In an effort to broaden and vary the protein my family eats for dinner, the other night I decided to try flounder. Although my sons (age 13 and 5) like catfish and salmon, my daughter hates fish. So I decided to go for the mildest and least offensive of all fish—the flounder—and offer it two ways- Pan seared with butter and herbs and beer battered fish -n- chips style. Well, I’m ashamed to report, the meal was a disaster. My little guy couldn’t stand the smell or get over the idea that his fish looked like a chicken finger yet had a very different taste. (I was surprised since he loved the battered zucchini blossoms from summer and they also resembled a chicken tender.)

My older son was tragically disappointed to learn that his fish–n-chips in fact, had no chips with them.  A bit of false advertising, he protested.  And my daughter, the best eater in the family, actually shoved the plate away in disgust as if I had just served her a plate of worms. Yes, I had a failure in the kitchen this week, and I am reminded of daily by the lingering stink of fried fish.

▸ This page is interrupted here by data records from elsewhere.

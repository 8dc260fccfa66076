"""Combinational examples of Harris and Harris, Digital Design and Computer Architecture.

Each is a netlist that is wired for it.
"""

from collections.abc import Callable
from math import log2
from typing import Any

import pytest

Fixture = Callable[..., Any]


def test_ripple_carry_adder_of_32_bits(figures: Fixture, block: Fixture) -> None:
    """Example 5.1: full adders of 300 ps, 9.6 ns."""
    adders = "".join(f"FA fa{n}(a[{n}], b[{n}], c[{n}], s[{n}], c[{n + 1}]);" for n in range(32))
    verilog = f"""module m(input [31:0] a, b, input cin, output [31:0] s, output cout);
      wire [32:0] c; assign c[0] = cin; assign cout = c[32]; {adders} endmodule"""
    found = figures(verilog, block("FA", "A, B, C", "S, CO", 300, "ps"))
    assert found.settles("s[31]") == found.settles("cout") == 9.6


def test_carry_lookahead_adder_of_32_bits(figures: Fixture, block: Fixture) -> None:
    """Example 5.1: blocks of 4 bits; tpg 100, of a block 600, AND and OR 200, full adder 300 ps: 3.3 ns."""
    lines = []
    for n in range(32):
        lines.append(f"PG pg{n}(a[{n}], b[{n}], p[{n}], g[{n}]);")
        carry = f"k[{n // 4}]" if n % 4 == 0 else f"r[{n}]"
        lines.append(f"FA fa{n}(a[{n}], b[{n}], {carry}, s[{n}], r[{n + 1}]);")
    for j in range(7):
        bits = ", ".join(f"{name}[{4 * j + i}]" for name in "pg" for i in range(4))
        lines.append(
            f"BLOCK_PG bpg{j}({bits}, bp[{j}], bg[{j}]); AND_OR ao{j}(bp[{j}], bg[{j}], k[{j}], k[{j + 1}]);"
        )
    verilog = f"""module m(input [31:0] a, b, input cin, output [31:0] s);
      wire [31:0] p, g, bp, bg; wire [32:0] k, r; assign k[0] = cin; {"".join(lines)} endmodule"""
    parts = (
        block("FA", "A, B, C", "S, CO", 300, "ps") + block("PG", "A, B", "P, G", 100, "ps")
        + block("BLOCK_PG", "P0, P1, P2, P3, G0, G1, G2, G3", "P, G", 600, "ps")
        + block("AND_OR", "P, G, C", "Y", 200, "ps")
    )  # fmt: skip
    assert figures(verilog, parts).settles("s[31]") == 3.3


@pytest.mark.parametrize("bits", [8, 16, 32])
def test_prefix_adder(figures: Fixture, block: Fixture, bits: int) -> None:
    """Example 5.2 (from memory): tpg + log2(N) tpg of a prefix cell + tXOR; 1.2 ns for 32 bits.

    Column -1 carries the carry in; a Ladner and Fischer tree, as the book draws it.
    """
    lines = ["assign g0[0] = cin; assign p0[0] = 1'b0;"]
    lines += [f"PG pg{n}(a[{n}], b[{n}], p0[{n + 1}], g0[{n + 1}]);" for n in range(bits - 1)]
    levels = int(log2(bits))
    for level in range(levels):
        for n in range(bits):
            now, then = f"[{n}]", f"{level + 1}[{n}]"
            if n >> level & 1:
                low = f"[{(n >> level << level) - 1}]"
                pins = f"p{level}{now}, g{level}{now}, p{level}{low}, g{level}{low}, p{then}, g{then}"
                lines.append(f"CELL c{level}_{n}({pins});")
            else:
                lines.append(f"assign p{then} = p{level}{now}; assign g{then} = g{level}{now};")
    lines += [f"SUM x{n}(a[{n}], b[{n}], g{levels}[{n}], s[{n}]);" for n in range(bits)]
    wires = ", ".join(f"{name}{level}" for level in range(levels + 1) for name in "pg")
    verilog = f"""module m(input [{bits - 1}:0] a, b, input cin, output [{bits - 1}:0] s);
      wire [{bits - 1}:0] {wires}; {"".join(lines)} endmodule"""
    parts = (
        block("PG", "A, B", "P, G", 100, "ps") + block("CELL", "PH, GH, PL, GL", "P, G", 200, "ps")
        + block("SUM", "A, B, G", "S", 100, "ps")
    )  # fmt: skip
    found = figures(verilog, parts, "ps")
    slowest = max(found.settles(f"s[{n}]") for n in range(bits))
    assert slowest == 100 + levels * 200 + 100
    assert bits != 32 or slowest == 1200


def test_three_gates_deep_two_at_least(figures: Fixture) -> None:
    """Example 2.15 (from memory): all gates tPD 100, tCD 60 ps, three at most, two at least: 300 and 120 ps.

    The kinds of the gates are ours: the book's figure was not to be had.
    """
    verilog = """module m(input a, b, c, d, output y);
      and g1(n1, a, b); or g2(n2, n1, c); nand g3(n3, c, d); or g4(y, n2, n3); endmodule"""
    assert figures(verilog, "default ps { tpd 60:-:100; }", "ps").both("y") == (120, 300)


MUX_GATES = """gates ps { tpd not 30; tpd and(2) 60; tpd and(3) 80; tpd or(4) 90;
  tpd bufif0, bufif1 50; ten bufif0, bufif1 35; tdis bufif0, bufif1 35; }"""


def from_control_and_data(figures: Fixture, body: str) -> tuple[float, float]:
    verilog = f"module m(input s0, s1, d0, d1, d2, d3, output y); {body} endmodule"
    control, data = (("s0", "s1"), ("d0", "d1", "d2", "d3"))
    return (
        figures(verilog, MUX_GATES, "ps", control).settles("y"),
        figures(verilog, MUX_GATES, "ps", data).settles("y"),
    )


def test_four_way_multiplexers_in_three_styles(figures: Fixture) -> None:
    """Example 2.16 (from memory): NOT 30, AND2 60, AND3 80, OR4 90, three-state data 50, enable 35 ps."""
    selects = [("n1, n0", "d0"), ("n1, s0", "d1"), ("s1, n0", "d2"), ("s1, s0", "d3")]
    inverters = "not i0(n0, s0), i1(n1, s1);"
    ands = "".join(f"and a{n}(p{n}, {select}, {data});" for n, (select, data) in enumerate(selects))
    assert from_control_and_data(figures, f"{inverters} {ands} or o(y, p0, p1, p2, p3);") == (200, 170)
    drivers = "".join(
        f"and a{n}(e{n}, {select}); bufif1 t{n}(y, {data}, e{n});" for n, (select, data) in enumerate(selects)
    )
    assert from_control_and_data(figures, f"{inverters} {drivers}") == (125, 50)
    tree = """bufif0 t0(x0, d0, s0), t2(x1, d2, s0), t4(y, x0, s1);
      bufif1 t1(x0, d1, s0), t3(x1, d3, s0), t5(y, x1, s1);"""
    assert from_control_and_data(figures, tree) == (85, 100)


DDCA_GATES = """gates ps {
  tpd not 10:-:15; tpd nand(2) 15:-:20; tpd nand(3) 25:-:30; tpd nor(2) 25:-:30; tpd nor(3) 35:-:45;
  tpd and(2) 25:-:30; tpd and(3) 30:-:40; tpd or(2) 30:-:40; tpd or(3) 45:-:55; tpd xor(2) 40:-:60; }"""
"""Table 2.8, tCD and tPD; parts of it from memory."""


def test_way_through_gates_of_table_2_8(figures: Fixture) -> None:
    """Exercise to figure 2.83: AND2, NOR2, NOR2, NAND2 take 110 ps; tCD 80 ps by NAND3, NAND2, NOR2, NAND2.

    The figure was not to be had: these are two rows of gates with those kinds.
    """
    long = "and g1(n1, a, b); nor g2(n2, n1, c); nor g3(n3, n2, d); nand g4(y, n3, e);"
    verilog = f"module m(input a, b, c, d, e, output y); {long} endmodule"
    assert figures(verilog, DDCA_GATES, "ps", ("a",)).settles("y") == 110
    short = "nand g1(n1, a, b, c); nand g2(n2, n1, d); nor g3(n3, n2, d); nand g4(y, n3, e);"
    verilog = f"module m(input a, b, c, d, e, output y); {short} endmodule"
    assert figures(verilog, DDCA_GATES, "ps", ("a",)).stirs("y") == 80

To make matters even worse, I had another blooper last night involving a heavy hand in the five spice seasoning. My kids usually fight over every last chicken drumstick but last night, barely even ate one. The side dish, sautéed Asian noodles were barely touched as well. Maybe I used a bit too much oyster sauce???

Yikes. I am so happy that it’s a new week. And if there’s one common denominator to my kitchen failures it’s that I cooked all of these dishes alone. (You know I had to bring cooking with friends into this somehow.) But it’s true. Maybe a friend would have told me NOT to try flounder on my kids or maybe she would have noticed that I used too much oyster sauce and five spice seasoning. But alas, I was without a friend and thus, crashed and burned.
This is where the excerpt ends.